| Requirement |
Pull each line containing "RefitContext" from the data.

+++ Data for processing

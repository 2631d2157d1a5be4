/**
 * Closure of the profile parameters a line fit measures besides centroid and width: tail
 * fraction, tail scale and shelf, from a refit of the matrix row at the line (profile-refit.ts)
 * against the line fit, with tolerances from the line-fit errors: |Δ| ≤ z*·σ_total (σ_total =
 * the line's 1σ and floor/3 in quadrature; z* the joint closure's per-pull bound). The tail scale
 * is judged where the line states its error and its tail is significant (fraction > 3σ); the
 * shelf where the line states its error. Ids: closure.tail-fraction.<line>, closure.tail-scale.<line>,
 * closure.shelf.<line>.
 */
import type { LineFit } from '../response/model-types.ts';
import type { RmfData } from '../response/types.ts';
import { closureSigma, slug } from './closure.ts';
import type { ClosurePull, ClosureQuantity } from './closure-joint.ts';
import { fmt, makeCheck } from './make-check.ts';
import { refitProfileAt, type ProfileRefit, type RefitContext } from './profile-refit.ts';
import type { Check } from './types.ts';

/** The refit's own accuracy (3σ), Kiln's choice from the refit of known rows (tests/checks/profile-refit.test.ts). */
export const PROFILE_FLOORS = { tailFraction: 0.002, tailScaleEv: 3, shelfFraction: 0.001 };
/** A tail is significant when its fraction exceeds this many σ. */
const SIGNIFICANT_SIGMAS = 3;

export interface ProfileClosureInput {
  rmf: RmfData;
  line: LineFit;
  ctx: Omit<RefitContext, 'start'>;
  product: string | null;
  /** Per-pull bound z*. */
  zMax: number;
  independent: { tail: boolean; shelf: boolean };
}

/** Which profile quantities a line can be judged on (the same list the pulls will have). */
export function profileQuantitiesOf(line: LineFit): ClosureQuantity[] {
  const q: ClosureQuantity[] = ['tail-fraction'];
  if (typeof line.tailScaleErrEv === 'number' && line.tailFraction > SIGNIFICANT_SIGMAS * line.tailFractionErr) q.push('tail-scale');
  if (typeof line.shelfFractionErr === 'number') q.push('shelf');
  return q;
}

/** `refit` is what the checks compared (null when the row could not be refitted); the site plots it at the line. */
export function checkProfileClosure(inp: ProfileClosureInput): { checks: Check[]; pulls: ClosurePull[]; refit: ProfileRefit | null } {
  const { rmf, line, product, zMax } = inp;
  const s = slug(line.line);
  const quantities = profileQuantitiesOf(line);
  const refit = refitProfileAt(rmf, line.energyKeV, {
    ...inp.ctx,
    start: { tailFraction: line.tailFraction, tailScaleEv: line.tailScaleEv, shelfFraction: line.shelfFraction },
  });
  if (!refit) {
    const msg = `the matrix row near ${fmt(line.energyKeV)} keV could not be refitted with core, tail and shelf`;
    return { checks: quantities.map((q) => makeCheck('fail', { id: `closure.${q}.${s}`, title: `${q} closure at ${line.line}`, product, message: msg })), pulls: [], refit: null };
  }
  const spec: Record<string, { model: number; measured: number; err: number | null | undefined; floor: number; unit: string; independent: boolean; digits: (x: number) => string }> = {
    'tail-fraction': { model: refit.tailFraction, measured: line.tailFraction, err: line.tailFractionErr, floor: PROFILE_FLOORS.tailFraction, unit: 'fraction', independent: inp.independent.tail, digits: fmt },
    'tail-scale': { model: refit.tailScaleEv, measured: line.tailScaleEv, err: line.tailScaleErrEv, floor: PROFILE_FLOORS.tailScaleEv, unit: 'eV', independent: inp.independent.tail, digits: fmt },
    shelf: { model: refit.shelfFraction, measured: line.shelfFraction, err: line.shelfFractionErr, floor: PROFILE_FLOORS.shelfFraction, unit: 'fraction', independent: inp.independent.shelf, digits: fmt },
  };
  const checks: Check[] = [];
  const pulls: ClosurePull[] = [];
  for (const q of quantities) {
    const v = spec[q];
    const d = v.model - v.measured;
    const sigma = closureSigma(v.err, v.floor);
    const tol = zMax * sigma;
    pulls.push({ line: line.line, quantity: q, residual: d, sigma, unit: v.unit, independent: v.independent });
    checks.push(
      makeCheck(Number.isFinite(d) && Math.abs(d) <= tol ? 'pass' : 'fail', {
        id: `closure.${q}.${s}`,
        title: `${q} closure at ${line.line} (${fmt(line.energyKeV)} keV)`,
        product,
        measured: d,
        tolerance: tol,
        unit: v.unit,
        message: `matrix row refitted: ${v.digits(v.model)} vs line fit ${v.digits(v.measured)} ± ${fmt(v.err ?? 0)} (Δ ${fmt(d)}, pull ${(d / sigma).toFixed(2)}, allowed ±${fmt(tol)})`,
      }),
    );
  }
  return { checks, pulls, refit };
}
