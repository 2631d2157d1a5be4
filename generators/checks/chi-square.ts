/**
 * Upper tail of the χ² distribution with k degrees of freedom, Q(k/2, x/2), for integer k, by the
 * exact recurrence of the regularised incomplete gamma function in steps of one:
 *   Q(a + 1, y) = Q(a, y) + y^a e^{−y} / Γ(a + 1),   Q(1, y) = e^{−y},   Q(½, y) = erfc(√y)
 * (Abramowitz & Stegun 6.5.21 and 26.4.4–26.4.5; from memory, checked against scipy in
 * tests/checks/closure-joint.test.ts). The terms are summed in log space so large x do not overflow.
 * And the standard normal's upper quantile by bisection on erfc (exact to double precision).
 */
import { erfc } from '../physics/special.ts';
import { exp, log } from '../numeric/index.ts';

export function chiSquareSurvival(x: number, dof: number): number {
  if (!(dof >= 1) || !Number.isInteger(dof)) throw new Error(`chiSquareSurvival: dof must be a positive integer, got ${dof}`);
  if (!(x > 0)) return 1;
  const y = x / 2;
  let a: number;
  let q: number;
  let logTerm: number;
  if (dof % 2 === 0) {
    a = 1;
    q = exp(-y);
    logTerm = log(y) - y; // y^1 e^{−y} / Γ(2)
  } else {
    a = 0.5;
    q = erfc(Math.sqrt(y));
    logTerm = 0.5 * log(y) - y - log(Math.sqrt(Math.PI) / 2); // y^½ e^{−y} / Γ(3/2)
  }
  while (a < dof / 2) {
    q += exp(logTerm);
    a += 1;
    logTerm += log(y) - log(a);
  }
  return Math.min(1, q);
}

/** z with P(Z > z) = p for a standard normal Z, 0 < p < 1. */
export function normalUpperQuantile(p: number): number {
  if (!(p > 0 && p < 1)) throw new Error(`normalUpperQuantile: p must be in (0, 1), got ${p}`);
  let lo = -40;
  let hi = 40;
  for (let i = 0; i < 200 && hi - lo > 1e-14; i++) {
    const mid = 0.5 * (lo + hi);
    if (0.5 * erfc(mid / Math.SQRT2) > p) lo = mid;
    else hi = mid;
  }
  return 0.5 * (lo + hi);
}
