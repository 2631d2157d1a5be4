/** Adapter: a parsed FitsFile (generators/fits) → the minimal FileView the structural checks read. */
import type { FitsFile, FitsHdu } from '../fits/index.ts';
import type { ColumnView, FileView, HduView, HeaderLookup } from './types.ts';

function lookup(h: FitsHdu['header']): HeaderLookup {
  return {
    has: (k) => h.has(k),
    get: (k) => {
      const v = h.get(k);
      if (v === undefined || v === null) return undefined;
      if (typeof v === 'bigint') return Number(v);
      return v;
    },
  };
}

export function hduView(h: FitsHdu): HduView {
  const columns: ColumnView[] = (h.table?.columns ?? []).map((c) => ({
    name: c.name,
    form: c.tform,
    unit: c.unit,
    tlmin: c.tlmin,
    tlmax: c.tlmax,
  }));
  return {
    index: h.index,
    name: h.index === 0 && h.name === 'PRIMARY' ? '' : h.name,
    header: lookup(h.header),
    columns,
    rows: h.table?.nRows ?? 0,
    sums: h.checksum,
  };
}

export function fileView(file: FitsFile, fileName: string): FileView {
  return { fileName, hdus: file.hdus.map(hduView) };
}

++++++

| Problem solution |
import { refitProfileAt, type ProfileRefit, type RefitContext } from './profile-refit.ts';
  ctx: Omit<RefitContext, 'start'>;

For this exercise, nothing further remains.